INSTRUCTIONS TO FOLLOW.
Some of the lines below need repeating. Reproduce exactly those between the lines holding "const present = new Set(clips);" and "export interface ClipTask", inclusive.

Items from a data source
++++

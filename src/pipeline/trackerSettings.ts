import type { TrackerOptions } from '../vision/index.ts';

/**
 * The tracker settings `measure` uses (and `observeClip` by default, so both see the same ellipses): the
 * tracker's defaults, plus the second back-fill that follows the coin into the hand before the release, so
 * the flight window can place the release where free flight starts.
 */
export const MEASURE_TRACKER_OPTIONS: TrackerOptions = Object.freeze({ carryBackfill: true });
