/** Lists the clips of `input` (sorted by name) and finds its manifest. */
async function discover(input: string, manifestOpt?: string): Promise<{ root: string; clips: string[]; manifest: Manifest | null; single: boolean }> {
  const abs = resolve(input);
  let st;
  try {
    st = await stat(abs);
  } catch {
    throw new UsageError(`input "${input}": no such file or folder`);
  }
  const root = st.isDirectory() ? abs : dirname(abs);
  let clips: string[];
  if (st.isDirectory()) {
    const entries = await readdir(abs, { withFileTypes: true });
    clips = entries.filter((e) => (e.isFile() || e.isSymbolicLink()) && isClip(e.name)).map((e) => join(abs, e.name));
  } else {
    clips = [abs];
  }
  clips.sort((a, b) => (a < b ? -1 : a > b ? 1 : 0));
  let manifest: Manifest | null = null;
  // A single clip uses the manifest beside it too (its row, when it has one).
  const manifestPath = manifestOpt ? resolve(manifestOpt) : join(root, 'manifest.csv');
  if (manifestPath) {
    const exists = await stat(manifestPath).then(() => true, () => false);
    if (exists) manifest = await readManifest(manifestPath);
    else if (manifestOpt) throw new UsageError(`manifest "${manifestOpt}": no such file`);
  }
  return { root, clips, manifest, single: !st.isDirectory() };
}

/** Resolves every clip into a job; manifest values win over options, options over defaults. */
function resolveJobs(root: string, clips: string[], manifest: Manifest | null, opts: StudyOptions): { jobs: ClipJob[]; missing: ClipJob[] } {
  const byFile = new Map<string, ManifestRow>();
  if (manifest) for (const row of manifest.rows) byFile.set(resolve(manifest.dir, row.file), row);
  const make = (file: string, row: ManifestRow | undefined): ClipJob => {
    const fpsFromManifest = row?.captureFps;
    const coinFromManifest = row?.coinDiameterMm !== undefined;
    return {
      file,
      displayFile: relative(root, file).split(sep).join('/'),
      tossId: row?.tossId ?? basename(file, extname(file)),
      tosser: row?.tosser ?? null,
      captureFps: fpsFromManifest ?? opts.fps ?? opts.calibrationGravityFps ?? null,
      fpsSource: fpsFromManifest !== undefined ? 'manifest' : opts.fps !== undefined ? 'option' : opts.calibrationGravityFps !== undefined ? 'calibration' : 'container',
      coinDiameterMm: row?.coinDiameterMm ?? opts.coinMm ?? DEFAULT_COIN.diameterMm,
      coinThicknessMm: row?.coinThicknessMm ?? opts.coinThicknessMm ?? DEFAULT_COIN.thicknessMm,
      scaleSource: coinFromManifest ? 'manifest' : opts.coinMm !== undefined ? 'option' : 'default',
      focalPx: row?.focalPx ?? opts.focalPx ?? null,
      startFace: row?.startFace ?? null,
      observedFace: row?.observedFace ?? null,
      landing: row?.landing ?? null,
      notes: row?.notes ?? null,
      gravity: opts.gravity ?? STANDARD_GRAVITY,
    };
  };
  const jobs = clips.map((c) => make(c, byFile.get(c)));
  const present = new Set(clips);
  const missing = [...byFile.entries()].filter(([file]) => !present.has(file)).map(([file, row]) => make(file, row));
  return { jobs, missing };
}
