/**
 * The worker side of the clip pool: measures one clip per task. Runs inside a worker thread started by
 * `study.ts` through `clipWorkerBootstrap.mjs` (which registers the TypeScript loader first).
 */
import type { MessagePort } from 'node:worker_threads';
import { measureClip, type ClipJob, type ClipResult } from './clip.ts';

/** The task a worker receives. */
export interface ClipTask {
  job: ClipJob;
  threads?: number;
  /**
   * A message on this port stops the clip: its ffmpeg children are killed and the task rejects. (Terminating
   * the worker thread instead would leave its child processes running.)
   */
  stop?: MessagePort;
}

/** Measures one clip (piscina calls the default export). */
export default async function run(task: ClipTask): Promise<ClipResult> {
  const controller = new AbortController();
  task.stop?.once('message', () => controller.abort(new Error('stopped')));
  try {
    return await measureClip(task.job, { threads: task.threads, signal: controller.signal });
  } finally {
    task.stop?.close();
  }
}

++++

SOLUTION TO THIS TASK.
  const present = new Set(clips);
  const missing = [...byFile.entries()].filter(([file]) => !present.has(file)).map(([file, row]) => make(file, row));
  return { jobs, missing };
}
/**
 * The worker side of the clip pool: measures one clip per task. Runs inside a worker thread started by
 * `study.ts` through `clipWorkerBootstrap.mjs` (which registers the TypeScript loader first).
 */
import type { MessagePort } from 'node:worker_threads';
import { measureClip, type ClipJob, type ClipResult } from './clip.ts';

/** The task a worker receives. */
export interface ClipTask {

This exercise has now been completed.